Combat-training stress – pro-inflammatory markers – increased intestinal permeability
A study published in the February 2013 issue of Alimentary Pharmacology and Therapeutics reports that soldiers participating in as little as 6 weeks of combat training had high stress; anxiety and depression levels combined with gastrointestinal (GI) symptoms, pro-inflammatory immune activation and increased intestinal permeability.
The most frequently reported symptoms unrelated to trauma in soldiers in high-pressure operational situations are gastrointestinal (GI), including abdominal pain, diarrhoea, constipation and nausea besides a range of cognitive changes. Many cases of diarrhoea in the battlefield may be infectious, but often an infectious cause is not documented and stress-related functional GI disorders (FGID), either postinfectious or not, are a legitimate differential diagnosis. During severe exercise-heat stress, possibly combined with other stresses, reductions in intestinal blood flow, direct thermal damage to the intestinal mucosa, or both, can cause intestinal barrier disruption and endotoxemia.
Data from the Gulf, Iraq and Afghanistan conflicts have highlighted the significance of GI symptoms on military efficiency and manpower loss on the front lines. However, underlying mechanisms, apart from infectious diarrhea, have not been extensively investigated. Although considerable evidence exists on the late consequences of combat stress and anxiety in veterans, much less is known about the effects of ongoing and protracted stress in the battlefield. Also, the stress responses related to the GI-tract have been mainly characterized using animal models, and little is known about the long-term effects of stress in the battlefield.
The hypothalamic-pituitary-adrenal (HPA) axis and the sympathetic nervous system are the two major stress systems in humans and provide bidirectional neuroendocrine links between the brain and gut. Activation of the HPA axis during acute stress results in increased secretion of corticotropin-releasing hormone (CRH), which can modulate gut neuroimmune responses directly as well as via mucosal immune cells and inflammatory mediators, such as tumour necrosis factor (TNF)-α and interleukin-1 and -6 (IL-1, IL-6). This can lead to disruption of intestinal barrier integrity and further release of inflammatory mediators.
In this prospective, longitudinal study, Li and colleagues from the Neurogastroenterology Research Unit, Department of Medicine, National University of Singapore, Singapore, investigated 37 male army medical rapid response troops, and monitored their GI symptoms, stress markers, segmental intestinal permeability using the 4-sugar test (sucrose, lactulose, mannitol and sucralose) and immune activation were assessed during the 4th week of an intense combat-training and a rest period.
The authors demonstrate that protracted combat-training stress induced GI symptoms associated with increased upper and lower intestinal barrier permeability and elevated systemic levels of interleukin (IL)-6, and tumor necrosis factor (TNF)-α. Notably, the subgroup that had suffered the most GI symptoms also scored higher in anxiety, depression and stress.
IBS-like symptoms, such as abdominal pain and discomfort, diarrhoea and/or constipation developed de novo in 70% of previously asymptomatic soldiers during combat-training and persisted in 30% into the posttraining rest period 12 days later.
Previous research indicates a multidirectional link between stress, immune activation, increased IP, visceral hypersensitivity and GI symptoms. In this study, increased permeability was shown in all segments of the GI tract using commonly used, non-invasive sugar markers. Thus, combat-training increased sucrose excretion approximately 160% above resting levels, indicating substantially elevated proximal GI permeability.

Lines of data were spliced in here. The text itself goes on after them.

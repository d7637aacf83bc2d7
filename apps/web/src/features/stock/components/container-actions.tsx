import { useState, type FormEvent, type ReactNode } from 'react';
import { Link } from 'react-router';
import { ArrowRightLeft, ClipboardCheck, Scissors, Trash2 } from 'lucide-react';
import {
  adjustmentSchema,
  splitSchema,
  transferSchema,
  type ContainerChange,
  type ContainerDetail,
} from '@lotwise/shared';
import { Button } from '../../../components/ui/button';
import { useConfirmation } from '../../../components/ui/confirmation-dialog';
import { ConfirmDialog, Dialog } from '../../../components/ui/dialog';
import { Field, fieldMessage } from '../../../components/ui/field';
import { AmountInput } from '../../../components/ui/amount-input';
import { Input, Select } from '../../../components/ui/input';
import { Notice } from '../../../components/ui/notice';
import { errorMessage, isApiError, sendWithConfirmation } from '../../../lib/api-client';
import { formatAmount } from '../../../lib/format';
import { parseDecimal } from '../../../lib/numbers';
import { paths } from '../../../config/paths';
import {
  useAdjustContainer,
  useDisposeContainer,
  useSplitContainer,
  useTransferContainer,
} from '../api';
import { drawUnits } from '../weighing';
import { LocationSelect } from './location-select';
import { SegregationWarnings } from './segregation-warnings';

type Action = 'adjust' | 'split' | 'transfer' | 'dispose';
type Errors = Record<string, string | undefined>;

/** Field messages from a zod result or an API error, keyed by the form's own field names. */
function issuesOf(issues: { path: PropertyKey[]; message: string }[]): Errors {
  const errors: Errors = {};
  for (const issue of issues) errors[String(issue.path[0] ?? 'form')] ??= issue.message;
  return errors;
}

function serverErrors(error: unknown): { errors: Errors; message: string } {
  if (!isApiError(error)) return { errors: {}, message: errorMessage(error) };
  return { errors: error.fields, message: error.message };
}

/**
 * Sends a write that may break a storage rule: the server's warnings are shown in the
 * confirmation dialog first, and the write is sent again with `confirm: true` if the person
 * goes ahead. Going back saves nothing and clears the error.
 */
function useConfirmedWrite<TBody extends object>(mutation: {
  mutateAsync: (body: TBody & { confirm?: boolean }) => Promise<ContainerChange>;
  reset: () => void;
}) {
  const confirmation = useConfirmation();
  function send(
    body: TBody,
    onSaved: (change: ContainerChange) => void,
    onErrors: (errors: Errors) => void,
  ) {
    sendWithConfirmation(
      (confirm) => mutation.mutateAsync(confirm ? { ...body, confirm } : body),
      confirmation.ask,
    ).then(
      (change) => (change ? onSaved(change) : mutation.reset()),
      (error: unknown) => onErrors(serverErrors(error).errors),
    );
  }
  return { send, dialog: confirmation.dialog };
}

function number(text: string): number | undefined {
  const value = parseDecimal(text);
  return value === null ? undefined : value;
}

function ActionDialog({
  open,
  title,
  description,
  onClose,
  onSubmit,
  submitLabel,
  busy,
  done,
  children,
}: {
  open: boolean;
  title: string;
  description?: ReactNode;
  onClose: () => void;
  onSubmit: () => void;
  submitLabel: string;
  busy: boolean;
  done: boolean;
  children: ReactNode;
}) {
  const formId = `${title.replace(/\W+/g, '-').toLowerCase()}-form`;
  return (
    <Dialog
      open={open}
      onClose={onClose}
      title={title}
      description={description}
      footer={
        done ? (
          <Button variant="primary" onClick={onClose}>
            Done
          </Button>
        ) : (
          <>
            <Button onClick={onClose} disabled={busy}>
              Cancel
            </Button>
            <Button variant="primary" type="submit" form={formId} busy={busy}>
              {submitLabel}
            </Button>
          </>
        )
      }
    >
      <form
        id={formId}
        noValidate
        className="flex flex-col gap-4"
        onSubmit={(event: FormEvent) => {
          event.preventDefault();
          onSubmit();
        }}
      >
        {children}
      </form>
    </Dialog>
  );
}

function AdjustDialog({ container, onClose }: { container: ContainerDetail; onClose: () => void }) {
  const adjust = useAdjustContainer(container.id);
  const [counted, setCounted] = useState('');
  const [unit, setUnit] = useState<string>(container.unit);
  const [note, setNote] = useState('');
  const [errors, setErrors] = useState<Errors>({});
  const [result, setResult] = useState<ContainerChange | null>(null);

  function handleSubmit() {
    const body = { countedQuantity: number(counted), unit, note: note.trim() };
    const checked = adjustmentSchema.safeParse(body);
    if (!checked.success) return setErrors(issuesOf(checked.error.issues));
    setErrors({});
    adjust.mutate(body, {
      onSuccess: setResult,
      onError: (error) => setErrors(serverErrors(error).errors),
    });
  }

  return (
    <ActionDialog
      open
      title={`Adjust ${container.labelCode}`}
      description={`Recorded balance: ${formatAmount(container.quantity, container.unit)}. Enter what is really there; the difference is written to the ledger as an adjustment.`}
      onClose={onClose}
      onSubmit={handleSubmit}
      submitLabel="Save adjustment"
      busy={adjust.isPending}
      done={result !== null}
    >
      {result ? (
        <Notice tone="ok" title="Adjusted">
          Balance now {formatAmount(result.container.quantity, result.container.unit)}.
        </Notice>
      ) : (
        <>
          {adjust.isError && (
            <Notice tone="danger" title="Not saved">
              {errorMessage(adjust.error)}
            </Notice>
          )}
          <AmountWithUnit
            label="Counted amount"
            error={fieldMessage('Counted amount', errors.countedQuantity)}
            unitError={fieldMessage('Unit', errors.unit)}
            value={counted}
            onValueChange={setCounted}
            unit={unit}
            onUnitChange={setUnit}
            units={drawUnits(container.chemical)}
          />
          <Field
            label="Reason"
            error={fieldMessage('Reason', errors.note)}
            hint="e.g. spilled while weighing, recounted at stocktake"
          >
            {(c) => <Input {...c} value={note} onChange={(e) => setNote(e.target.value)} />}
          </Field>
        </>
      )}
    </ActionDialog>
  );
}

The study also confirmed the co-incidence of increased stress-related cognitive and systemic factors and elevated pro-inflammatory cytokines, and demonstrated the novel link to abnormal intestinal permeability in ongoing mixed physical and psychological stress in humans.

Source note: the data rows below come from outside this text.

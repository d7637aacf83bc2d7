import type { WatchListing } from '@lotwise/shared';
import { watchListingText } from '@lotwise/shared';
import { Eye } from 'lucide-react';
import { Badge } from '../ui/badge';

/** One listing per list (a chemical is named once per list, whatever rows it meets). */
function byList(listings: readonly WatchListing[]): WatchListing[] {
  const seen = new Set<number>();
  return listings.filter((listing) => !seen.has(listing.listId) && seen.add(listing.listId));
}

/**
 * Compact badges naming the watch lists a chemical is on, for tables: the action required is
 * the badge's description (read by screen readers, shown as a tooltip).
 */
export function WatchListBadges({ listings }: { listings: readonly WatchListing[] | undefined }) {
  if (!listings || listings.length === 0) return null;
  return (
    <span className="inline-flex flex-wrap gap-1">
      {byList(listings).map((listing) => (
        <span key={listing.listId} title={watchListingText(listing)} data-testid="watch-badge">
          <Badge tone="warn" icon={<Eye aria-hidden="true" />} className="whitespace-normal">
            Watched: {listing.listName}
          </Badge>
          <span className="sr-only"> {watchListingText(listing)}</span>
        </span>
      ))}
    </span>
  );
}

/** The watch lists a chemical is on, written out, for the hazards of a chemical or container. */
export function WatchListPanel({ listings }: { listings: readonly WatchListing[] | undefined }) {
  if (!listings || listings.length === 0) return null;
  return (
    <div data-testid="watch-panel">
      <h3 className="mb-1.5 flex items-center gap-1.5 text-sm font-semibold text-ink-800">
        <Eye aria-hidden="true" className="size-4 text-warn-700" />
        On the lab’s watch lists
      </h3>
      <ul className="flex flex-col gap-2 text-sm text-ink-800">
        {listings.map((listing) => (
          <li key={`${listing.listId}-${listing.substance}`}>
            <Badge tone="warn" icon={<Eye aria-hidden="true" />}>
              Watched: {listing.listName}
            </Badge>{' '}
            <span className="text-ink-700">
              {listing.substance}, {listing.threshold}.
            </span>{' '}
            {listing.action} <span className="text-xs text-ink-600">Source: {listing.source}.</span>
          </li>
        ))}
      </ul>
      <p className="mt-1.5 text-xs text-ink-600">
        Receiving or drawing it asks why; orders of it need a manager’s approval. The regulation’s
        current text and your authority decide.
      </p>
    </div>
  );
}
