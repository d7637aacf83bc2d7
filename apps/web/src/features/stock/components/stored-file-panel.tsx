import { useRef, useState } from 'react';
import { Download, FileText, Trash2, Upload } from 'lucide-react';
import type { StoredFile } from '@lotwise/shared';
import { Button, buttonClasses } from '../../../components/ui/button';
import { ConfirmDialog } from '../../../components/ui/dialog';
import { Notice } from '../../../components/ui/notice';
import { ProgressBar } from '../../../components/ui/progress-bar';
import { errorMessage } from '../../../lib/api-client';
import { formatDateTime } from '../../../lib/format';
import {
  formatFileSize,
  uploadErrorMessage,
  type UploadKind,
  type UploadProgress,
} from '../../../lib/upload';
import { useStoredFile } from '../api';

const accepts: Record<Exclude<UploadKind, 'csv'>, { input: string; words: string }> = {
  pdf: { input: 'application/pdf,.pdf', words: 'PDF only' },
  'pdf-or-image': {
    input: 'application/pdf,.pdf,image/png,.png,image/jpeg,.jpg,.jpeg',
    words: 'PDF, or a scan as PNG or JPEG',
  },
};

/**
 * One stored file (an SDS, a certificate of analysis): what it is, and upload, replace,
 * download and delete for those allowed to change it.
 */
export function StoredFilePanel({
  what,
  file,
  url,
  kind,
  canChange,
  missingText,
}: {
  /** e.g. "safety data sheet"; used in buttons and messages. */
  what: string;
  file: StoredFile | null | undefined;
  url: string;
  kind: Exclude<UploadKind, 'csv'>;
  canChange: boolean;
  /** Shown when there is no file yet. */
  missingText: string;
}) {
  const input = useRef<HTMLInputElement>(null);
  const { upload, remove } = useStoredFile(url);
  const [progress, setProgress] = useState<UploadProgress | null>(null);
  const [confirmDelete, setConfirmDelete] = useState(false);
  const accept = accepts[kind];

  function handleFile(chosen: File) {
    remove.reset();
    setProgress({ loaded: 0, total: chosen.size });
    upload.mutate(
      { file: chosen, onProgress: setProgress },
      { onSettled: () => setProgress(null) },
    );
  }

  return (
    <div className="flex flex-col gap-3">
      {file ? (
        <div className="flex flex-wrap items-start gap-3">
          <FileText aria-hidden="true" className="mt-0.5 size-5 shrink-0 text-accent-700" />
          <div className="min-w-0 flex-1">
            <p className="font-medium break-all text-ink-900">{file.fileName}</p>
            <p className="text-xs text-ink-600 tabular-nums">
              {formatFileSize(file.size)} · uploaded {formatDateTime(file.uploadedAt)}
            </p>
          </div>
          <a href={url} download={file.fileName} className={buttonClasses('secondary', 'sm')}>
            <Download aria-hidden="true" className="size-4" />
            Download
          </a>
        </div>
      ) : (
        <p className="text-sm text-ink-700">{missingText}</p>
      )}

      {progress && (
        <ProgressBar
          label={`Uploading the ${what}`}
          value={progress.loaded}
          max={progress.total}
          detail={`${formatFileSize(progress.loaded)} of ${formatFileSize(progress.total)}`}
        />
      )}
      {upload.isError && (
        <Notice tone="danger" title={`The ${what} was not uploaded`}>
          {uploadErrorMessage(upload.error, kind)}
        </Notice>
      )}
      {upload.isSuccess && !progress && <Notice tone="ok">The {what} is saved.</Notice>}
      {remove.isError && (
        <Notice tone="danger" title={`The ${what} was not deleted`}>
          {errorMessage(remove.error)}
        </Notice>
      )}

      {canChange && (
        <div className="flex flex-wrap items-center gap-2">
          <input
            ref={input}
            type="file"
            accept={accept.input}
            className="sr-only"
            tabIndex={-1}
            aria-hidden="true"
            data-testid={`${kind}-file-input`}
            onChange={(event) => {
              const chosen = event.target.files?.[0];
              if (chosen) handleFile(chosen);
              event.target.value = '';
            }}
          />
          <Button
            size="sm"
            busy={upload.isPending}
            onClick={() => input.current?.click()}
            icon={<Upload aria-hidden="true" className="size-4" />}
          >
            {file ? `Replace ${what}` : `Upload ${what}`}
          </Button>
          {file && (
            <Button
              size="sm"
              variant="ghost"
              onClick={() => setConfirmDelete(true)}
              icon={<Trash2 aria-hidden="true" className="size-4" />}
            >
              Delete
            </Button>
          )}
          <span className="text-xs text-ink-600">
            {accept.words}; the type is read from the file itself.
          </span>
        </div>
      )}

      <ConfirmDialog
        open={confirmDelete}
        title={`Delete the ${what}?`}
        confirmLabel="Delete file"
        busy={remove.isPending}
        onCancel={() => setConfirmDelete(false)}
        onConfirm={() => {
          upload.reset();
          remove.mutate(undefined, { onSuccess: () => setConfirmDelete(false) });
        }}
        error={remove.isError && <Notice tone="danger">{errorMessage(remove.error)}</Notice>}
      >
        <p>
          {file?.fileName} is removed from Lotwise. Keep a copy if you may need it; you can upload a
          newer one at any time.
        </p>
      </ConfirmDialog>
    </div>
  );
}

This human study indicates that protracted and intense physical and psychological stress in soldiers may alter GI permeability and thus, may elicit clinical GI symptoms. The authors suggest that the responsiveness of an individual’s stress–neuroimmune axis at rest, and during stress, influences downstream GI permeability changes and related GI symptoms and vice versa.

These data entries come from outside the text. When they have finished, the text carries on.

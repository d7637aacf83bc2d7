import { Link } from 'react-router';
import type { LabAreaDetail } from '@lotwise/shared';
import { TableScroll } from '../../../components/ui/table-scroll';
import { paths } from '../../../config/paths';
import { formatLitres } from '../../../lib/format';

const link = 'text-accent-700 underline underline-offset-2';

/** Ignitable liquid waste the area's totals include (shown only when there is some). */
export function CountedWaste({ area }: { area: LabAreaDetail }) {
  if (area.countedWaste.length === 0) return null;
  return (
    <section aria-labelledby="counted-waste-heading" className="flex flex-col gap-2">
      <h2 id="counted-waste-heading" className="text-base font-semibold">
        Ignitable waste counted
      </h2>
      <p className="text-sm text-ink-600">
        Waste ignitable liquids count toward the totals above, under the most severe class of what
        went in. Amounts are the estimates entered with each addition.
      </p>
      <TableScroll label="Ignitable waste counted">
        <table className="w-full text-sm">
          <thead className="text-left text-xs text-ink-600 uppercase">
            <tr>
              <th scope="col" className="py-1 pr-3">
                Waste container
              </th>
              <th scope="col" className="py-1 pr-3">
                Class
              </th>
              <th scope="col" className="py-1 pr-3 text-right">
                Litres
              </th>
              <th scope="col" className="py-1">
                Where
              </th>
            </tr>
          </thead>
          <tbody>
            {area.countedWaste.map((w) => (
              <tr key={w.wasteContainerId} className="border-t border-ink-100 align-top">
                <td className="py-1.5 pr-3">
                  <Link
                    to={paths.stockWasteContainer(w.wasteContainerId)}
                    className={`font-mono ${link}`}
                  >
                    {w.labelCode}
                  </Link>{' '}
                  {w.title}
                </td>
                <td className="py-1.5 pr-3">
                  <span className="whitespace-nowrap">{w.liquidClass}</span>
                  {w.liquidClassNote && (
                    <span className="block text-xs text-ink-600">{w.liquidClassNote}</span>
                  )}
                </td>
                <td className="py-1.5 pr-3 text-right tabular-nums">{formatLitres(w.litres)}</td>
                <td className="py-1.5 text-xs">
                  <span className="block">{w.locationPath}</span>
                  <span className="text-ink-600">
                    {w.inStorage ? 'In approved storage' : 'Not in approved storage'}
                  </span>
                </td>
              </tr>
            ))}
          </tbody>
        </table>
      </TableScroll>
    </section>
  );
}
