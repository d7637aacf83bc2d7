import type { SelectHTMLAttributes } from 'react';
import { Select } from '../../../components/ui/input';
import { useLocations } from '../api';

interface LocationSelectProps extends Omit<
  SelectHTMLAttributes<HTMLSelectElement>,
  'value' | 'onChange'
> {
  value: number | undefined;
  onChange: (id: number | undefined) => void;
  /** Text of the empty choice; leave out to force a choice. */
  emptyLabel?: string;
  /** Locations that may not be chosen (e.g. a place and everything below it when moving it). */
  exclude?: ReadonlySet<number>;
}

/** Every location by its full path. */
export function LocationSelect({
  value,
  onChange,
  emptyLabel,
  exclude,
  ...rest
}: LocationSelectProps) {
  const locations = useLocations();
  const items = locations.data?.items ?? [];
  return (
    <Select
      {...rest}
      value={value ?? ''}
      onChange={(event) => onChange(event.target.value ? Number(event.target.value) : undefined)}
      disabled={rest.disabled || locations.isPending}
    >
      <option value="">
        {locations.isPending ? 'Loading locations…' : (emptyLabel ?? 'Choose a location')}
      </option>
      {items
        .filter((location) => !exclude?.has(location.id))
        .map((location) => (
          <option key={location.id} value={location.id}>
            {location.path}
          </option>
        ))}
    </Select>
  );
}
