import { peroxideClasses, type Container } from '@lotwise/shared';
import { TriangleAlert } from 'lucide-react';
import { HazardStatementList } from '../../../components/hazards/hazard-statement-list';
import { PictogramList } from '../../../components/hazards/pictogram-badge';
import { SafetyCaution } from '../../../components/hazards/safety-caution';
import { StorageGroupLabel } from '../../../components/hazards/storage-group-label';

/** The hazards of what a container holds, shown before anything else about it. */
export function ContainerHazards({ chemical }: { chemical: Container['chemical'] }) {
  return (
    <section
      aria-labelledby="container-hazards-heading"
      className="rounded-lg border border-ink-200 bg-white"
    >
      <h2
        id="container-hazards-heading"
        className="flex items-center gap-2 border-b border-ink-200 px-4 py-2.5 text-base font-semibold"
      >
        <TriangleAlert aria-hidden="true" className="size-4 text-ghs-red" />
        Hazards
      </h2>
      <div className="flex flex-col gap-4 px-4 py-3">
        <PictogramList codes={chemical.ghsPictograms} size="lg" />
        <div className="grid gap-4 lg:grid-cols-[3fr_2fr]">
          <div>
            <h3 className="mb-1.5 text-sm font-semibold text-ink-800">Hazard statements</h3>
            <HazardStatementList codes={chemical.hazardStatements} />
          </div>
          <div className="flex flex-col gap-3">
            <div>
              <h3 className="mb-1.5 text-sm font-semibold text-ink-800">Storage group</h3>
              <StorageGroupLabel group={chemical.storageGroup} withHint />
            </div>
            {chemical.peroxideClass && (
              <div>
                <h3 className="mb-1.5 text-sm font-semibold text-ink-800">Peroxide former</h3>
                <p className="text-sm text-ink-800">
                  <span className="font-semibold">Class {chemical.peroxideClass}.</span>{' '}
                  {peroxideClasses[chemical.peroxideClass]}
                </p>
              </div>
            )}
          </div>
        </div>
        <SafetyCaution />
      </div>
    </section>
  );
}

One possible mechanism is that the increased intestinal permeability is most likely due to stress-driven neuroimmune activation, with subsequent increases of systemic or local production of TNF-α and IL-6. This, in turn, leads to disruption of intestinal barrier integrity and further release of inflammatory mediators.
In conclusion, this study suggests that combat-training stress induces GI symptoms associated with increased upper and lower intestinal barrier permeability and elevated systemic pro-inflammatory cytokine concentrations. According to the authors, the identification of a subgroup of individuals with greater propensity for GI adverse events, may allow selection of those at-risk of long-term effects of stress, such as functional GI disorders, as well as the development of protective measures.